# PROBLEM STATEMENT:
The answer should consist of each line below that contains the word "struct".

Saved data entries:
▼

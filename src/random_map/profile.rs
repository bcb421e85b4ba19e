//! What a site sees, and the thresholds that follow from it, in exact numbers.
//!
//! Sites that see the same share a [`Profile`]. Local fields are counted in units of a common fraction,
//! so that a sum of them is a sum of integers. Nothing here knows where a site lies.

use std::collections::{BTreeMap, BTreeSet};
use std::sync::Arc;

use dashu_int::{IBig, UBig, ops::Gcd};
use dashu_ratio::RBig;
use rayon::prelude::*;

use crate::error::{Error, Result};
use crate::lattice::Spin;
use crate::law::{Beta, Law, Model};
use crate::number::Exact;
use crate::threshold::{self, Threshold};

/// Distinct thresholds of one law, at most.
pub const MOST_THRESHOLDS: usize = 1 << 20;

/// Local fields are counted in units of a common fraction; they must fit with room to add.
const MOST_UNITS_BITS: usize = 120;

/// What all sites with equal surroundings share.
#[derive(Debug)]
pub(super) struct Profile {
    /// The load that field, frozen and held neighbours give.
    pub(super) base: i128,
    /// What the ends that move add, by coupling.
    pub(super) pulls: Vec<Pull>,
    /// Every load that can occur, increasing, with its threshold.
    pub(super) table: Vec<(i128, Threshold)>,
    /// The distinct thresholds, increasing.
    pub(super) asked: Vec<Threshold>,
}

/// What an end of an edge with a certain coupling adds.
#[derive(Clone, Copy, Debug)]
pub(super) struct Pull {
    pub(super) coupling: u32,
    /// How many such ends there are.
    pub(super) ends: u32,
    pub(super) weight: i128,
    pub(super) rising: bool,
}

/// What a site sees, in numbers as typed: the key under which surroundings are shared.
#[derive(Clone, PartialEq, Eq, PartialOrd, Ord, Default)]
pub(super) struct Surroundings {
    pub(super) field: u32,
    /// Net sum of frozen and held neighbours by coupling (for the gas: how many are occupied).
    pub(super) fixed: Vec<(u32, i64)>,
    /// Edges to sites that move, by coupling.
    pub(super) moving: Vec<(u32, u32)>,
}

impl Surroundings {
    /// Adds up what was listed edge by edge.
    pub(super) fn add_up(&mut self) {
        fn by_coupling<T: Copy + std::ops::AddAssign>(list: &mut Vec<(u32, T)>) {
            list.sort_unstable_by_key(|(coupling, _)| *coupling);
            list.dedup_by(|next, kept| {
                let same = next.0 == kept.0;
                if same {
                    kept.1 += next.1;
                }
                same
            });
        }
        by_coupling(&mut self.moving);
        by_coupling(&mut self.fixed);
        self.fixed.retain(|(_, value)| *value != 0);
    }
}

/// The profiles of all surroundings that a law has, and the threshold of every load that occurs in one of them.
/// `crowded` names, for an error, the site with most neighbours.
pub(super) fn profiles(
    law: &Law,
    numbers: &Numbers,
    list: &[Surroundings],
    crowded: impl Fn() -> String,
) -> Result<(Vec<Profile>, BTreeMap<Exact, Threshold>)> {
    let too_many = || {
        let what = format!("distinct thresholds of the law ({})", crowded());
        Error::too_large(what, format!("more than {MOST_THRESHOLDS}"), MOST_THRESHOLDS)
    };
    let mut all_loads = BTreeSet::new();
    let mut loads_of = Vec::with_capacity(list.len());
    for surroundings in list {
        let loads = numbers.loads(surroundings).ok_or_else(too_many)?;
        all_loads.extend(loads.iter().cloned());
        if all_loads.len() > MOST_THRESHOLDS {
            return Err(too_many());
        }
        loads_of.push(loads);
    }
    let all_loads: Vec<Exact> = all_loads.into_iter().collect();
    let thresholds: BTreeMap<Exact, Threshold> = all_loads
        .into_par_iter()
        .map(|load| Ok((load.clone(), numbers.threshold(law, &load)?)))
        .collect::<Result<Vec<_>>>()?
        .into_iter()
        .collect();
    let profiles = list
        .iter()
        .zip(loads_of)
        .map(|(surroundings, loads)| numbers.profile(surroundings, &loads, &thresholds));
    Ok((profiles.collect::<Result<_>>()?, thresholds))
}

/// The exact numbers of a law, by small numbers.
pub(super) struct Numbers {
    pub(super) gas: bool,
    beta_sign: i8,
    couplings: Vec<Exact>,
    coupling_of: Option<Vec<u32>>,
    fields: Vec<Exact>,
    field_of: Option<Vec<u32>>,
}

fn number_list(list: &[Exact]) -> (Vec<Exact>, Vec<u32>) {
    let mut known = BTreeMap::new();
    let mut values: Vec<Exact> = Vec::new();
    let numbers = list.iter().map(|value| {
        *known.entry(value).or_insert_with(|| {
            values.push(value.clone());
            u32::try_from(values.len() - 1).unwrap_or(u32::MAX)
        })
    });
    let numbers = numbers.collect();
    (values, numbers)
}

impl Numbers {
    pub(super) fn of(law: &Law) -> Self {
        let graph: Option<&Arc<_>> = law.lattice().graph();
        let listed = |list: Option<&[Exact]>, common: Option<&Exact>| match list {
            Some(list) => {
                let (values, numbers) = number_list(list);
                (values, Some(numbers))
            }
            None => (vec![common.cloned().unwrap_or_else(Exact::zero)], None),
        };
        match law.model() {
            Model::Ising { beta, coupling, field } => {
                let (couplings, coupling_of) = listed(graph.and_then(|graph| graph.couplings()), coupling.as_ref());
                let (fields, field_of) = listed(graph.and_then(|graph| graph.fields()), field.as_ref());
                let beta_sign = match beta {
                    Beta::Number(beta) if beta.is_zero() => 0,
                    Beta::Number(beta) if beta.is_negative() => -1,
                    _ => 1,
                };
                Self {
                    gas: false,
                    beta_sign,
                    couplings,
                    coupling_of,
                    fields,
                    field_of,
                }
            }
            Model::LatticeGas { .. } => Self {
                gas: true,
                beta_sign: 1,
                couplings: vec![Exact::one()],
                coupling_of: None,
                fields: vec![Exact::zero()],
                field_of: None,
            },
        }
    }

    pub(super) fn coupling_of(&self, edge: usize) -> u32 {
        self.coupling_of.as_ref().map_or(0, |numbers| numbers[edge])
    }

    pub(super) fn field_of(&self, site: usize) -> u32 {
        self.field_of.as_ref().map_or(0, |numbers| numbers[site])
    }

    /// What a fixed neighbour adds, in couplings.
    pub(super) fn value(&self, spin: Spin) -> i64 {
        if self.gas { i64::from(spin.bit()) } else { spin.value() }
    }

    /// Whether the threshold grows with the far end's value: for Ising where beta J > 0; never for the gas.
    fn rising(&self, coupling: u32) -> bool {
        let coupling = &self.couplings[coupling as usize];
        !self.gas && !coupling.is_zero() && (self.beta_sign < 0) == coupling.is_negative()
    }

    /// The load without the neighbours that move.
    fn base(&self, surroundings: &Surroundings) -> Exact {
        let sum = surroundings.fixed.iter().fold(
            self.fields[surroundings.field as usize].as_fraction().clone(),
            |sum, (coupling, net)| sum + self.couplings[*coupling as usize].as_fraction() * RBig::from(*net),
        );
        Exact::from_fraction(sum)
    }

    /// Every load that can occur there, increasing; `None` for more than a law may have.
    fn loads(&self, surroundings: &Surroundings) -> Option<Vec<Exact>> {
        let base = self.base(surroundings);
        if self.gas {
            let occupied = !base.is_zero();
            let mut loads = vec![Exact::from(i64::from(occupied))];
            if !occupied && !surroundings.moving.is_empty() {
                loads.push(Exact::one());
            }
            return Some(loads);
        }
        let mut loads = BTreeSet::from([base.as_fraction().clone()]);
        for (coupling, count) in &surroundings.moving {
            let coupling = self.couplings[*coupling as usize].as_fraction();
            if *count as usize > MOST_THRESHOLDS && !coupling.is_zero() {
                return None;
            }
            let count = i64::from(*count);
            let sums: Vec<RBig> = (0..=count)
                .map(|plus| coupling * RBig::from(2 * plus - count))
                .collect();
            let mut reached = BTreeSet::new();
            for load in &loads {
                for sum in &sums {
                    reached.insert(load + sum);
                    if reached.len() > MOST_THRESHOLDS {
                        return None;
                    }
                }
            }
            loads = reached;
        }
        Some(loads.into_iter().map(Exact::from_fraction).collect())
    }

    fn threshold(&self, law: &Law, load: &Exact) -> Result<Threshold> {
        match law.model() {
            Model::Ising { beta, .. } => Ok(threshold::ising(beta, load)),
            Model::LatticeGas { .. } if !load.is_zero() => Ok(Threshold::IMPOSSIBLE),
            Model::LatticeGas { activity } => threshold::lattice_gas(activity),
        }
    }

    fn profile(
        &self,
        surroundings: &Surroundings,
        loads: &[Exact],
        thresholds: &BTreeMap<Exact, Threshold>,
    ) -> Result<Profile> {
        let scale = self.scale(surroundings);
        let units = |value: &Exact| {
            in_units(value, &scale).ok_or_else(|| {
                let what = "bits of the common unit of couplings and fields at one site";
                Error::too_large(what, format!("more than {MOST_UNITS_BITS}"), MOST_UNITS_BITS)
            })
        };
        let table = loads.iter().map(|load| Ok((units(load)?, thresholds[load])));
        let table = table.collect::<Result<Vec<_>>>()?;
        let mut asked: Vec<Threshold> = table.iter().map(|(_, threshold)| *threshold).collect();
        asked.sort_unstable();
        asked.dedup();
        let pulls = surroundings.moving.iter().map(|(coupling, ends)| {
            Ok(Pull {
                coupling: *coupling,
                ends: *ends,
                weight: if self.gas {
                    1
                } else {
                    units(&self.couplings[*coupling as usize])?
                },
                rising: self.rising(*coupling),
            })
        });
        Ok(Profile {
            base: units(&self.base(surroundings))?,
            pulls: pulls.collect::<Result<_>>()?,
            table,
            asked,
        })
    }

    /// The common denominator of all numbers at one site.
    fn scale(&self, surroundings: &Surroundings) -> UBig {
        let couplings = surroundings.fixed.iter().map(|(coupling, _)| *coupling);
        let couplings = couplings.chain(surroundings.moving.iter().map(|(coupling, _)| *coupling));
        let denominators = couplings.map(|coupling| self.couplings[coupling as usize].as_fraction().denominator());
        denominators.fold(
            self.fields[surroundings.field as usize]
                .as_fraction()
                .denominator()
                .clone(),
            |scale, next| {
                let common = (&scale).gcd(next);
                scale / common * next
            },
        )
    }
}

fn in_units(value: &Exact, scale: &UBig) -> Option<i128> {
    let units = value.as_fraction() * RBig::from(scale.clone());
    let whole: IBig = units.denominator().is_one().then(|| units.numerator().clone())?;
    let units = i128::try_from(&whole).ok()?;
    (units.unsigned_abs() >> MOST_UNITS_BITS == 0).then_some(units)
}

▲

# SOLUTION BELOW:
pub(super) struct Profile {
pub(super) struct Pull {
pub(super) struct Surroundings {
pub(super) struct Numbers {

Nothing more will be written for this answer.